Runtime Shader Modification and Chaining

So I’m trying to get a runtime version of a node based shader editor shipping with my game. The idea is I’d have a bunch of pre-built shaders that represent simple effects/operations, and the user could chain them together to get a final composite effect. My first thought was just to create a tree of the effects, and then apply them all in order to the model as its drawn. However it seems like it’s not possible to chain the effects of multiple shaders together on a single model. My second thought was to either compile the composite shader at runtime, or modify an existing one with all the different steps, but that doesn’t seem possible either. Does anyone have an idea of how I could go about doing this? I seem to be stuck on this.
Thanks so much!

@tgjones has something similar from XNA. Might be useful.
http://timjones.tw/blog/archive/2010/11/13/introducing-stitchup-generating-shaders-from-hlsl-shader-fragments

Excellent! That approach seems to be exactly what I need to allow modifications of the shader. I’m going to look more into that and get that integrated in.

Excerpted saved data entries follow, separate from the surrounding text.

def night_summary(p: NightPlan) -> dict:
    doc = p.record.summary()
    doc["status"], doc["reason"] = p.status, p.reason
    w = p.window
    doc["epoch"] = None if w is None else {
        "phase_d": _r(p.phase_d, 5), "utc": iso(w.best_time), "window_index": p.window_index,
        "window_start_utc": iso(w.start), "window_end_utc": iso(w.end), "window_hours": _r(w.hours, 4),
        "hours_available": _r(p.hours_available, 4), "airmass": _r(forecast_airmass(w), 4),
        "altitude_deg": _r(w.best_altitude_deg, 3), "moon_illumination": _r(w.moon_illumination, 4),
        "moon_sep_deg": _r(w.moon_sep_deg, 3), "moon_altitude_deg": _r(w.moon_altitude_deg, 3),
        "photosphere": {k: (_r(v, 6) if k.endswith("_c") or k.endswith("_d") else v)
                        for k, v in p.photosphere.items()}}
    doc["setups"] = [outcome_summary(o) for o in p.outcomes]
    c = p.choice
    doc["choice"] = None if c is None else {
        "setup": c.setup, "score": _r(c.score, 3), "feature": c.feature, "species": c.species,
        "trough_obs_A": _r(c.trough_obs_A, 2), "snr": _r(c.snr, 3), "time_for_target_s": _r(c.time_for_target_s, 1),
        "nexp": c.nexp, "exposure_s": _r(c.exposure_s, 1), "n_clear_strong": c.n_clear, "n_strong": c.n_strong}
    return doc


def iso(t):
    from kncast.planner.output import iso_utc

    return iso_utc(t)


def plan_document(plan: Plan, files: dict | None = None, references=None, assumptions=None) -> dict:
    """The ``plan.json`` document (schema in ``kncast.planner.plan.schema`` and docs/json.md, section "plan")."""
    from kncast.planner.output import document
    from kncast.planner.plan.report import CAUTIONS

    sites = [{"id": s.id, "name": s.name, "latitude_deg": s.latitude_deg, "longitude_deg": s.longitude_deg,
              "elevation_m": s.elevation_m, "setups": [sid for sid in plan.settings["setups"]
                                                       if sid.split("/")[0] == s.id]} for s in plan.sites]
    return document("plan", event=plan.event.summary(), settings=dict(plan.settings, score=SCORE_DEFINITION),
                    model=plan.model, sites=sites, nights=[night_summary(p) for p in plan.nights],
                    campaign=plan.campaign, candidates=[c.summary() for c in plan.candidates], files=files or {}, assumptions=list(assumptions or []),
                    references=list(references or []), cautions=list(CAUTIONS))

The only remaining problem then is to get this working at runtime. Even the solution above uses the content pipeline to compile the shaders, seeing as it relies on editing the uncompiled shader. Does anybody know if runtime compilation of shaders is supported in MonoGame? I’ve looked around a lot and the answer seems to be no, but maybe I missed something.

How complicated is the compiled shader format? Would it be possible to search and do matches for the fragments in the compiled version, and add or remove steps to modify the behavior? Any other thoughts would be greatly appreciated!

If you link the content pipeline into your game it is. Beyond that it does not support it.

This is the recommended way to do this in both MonoGame and XNA itself.

Depends on the platform you are targeting. If you are targeting a GL platform it is currently just GLSL code. If you are targeting a DirectX platform it is a HLSL assembly file. If you are targeting a PSVita or a PS4 or some other console it is whatever binary format is optimal for that platform.

Would linking the content pipeline work on all platforms like android and ios? Or is it only supported on windows?

No it wouldn’t. The pipeline is designed to run on desktop systems… Windows, Mac, and Linux only.

There are two general problems with shader compilation at runtime:

  1. Some platforms don’t support compiling shaders at runtime on the target device.
  2. Shader compilers are generally really slow for non-trivial shaders.

These issues may never be fixed entirely which is why MonoGame and XNA (and even Unity and Unreal) choose for offline compilation as the default path. This decision is made with performance and portability to all the target platforms in mind.

All that said we could start thinking about improvements to the effect compiler (2mgfx) in particular to allow it to run on the target device in cases where that is possible to do. It might not be fast if it works at all… but it could work in some cases.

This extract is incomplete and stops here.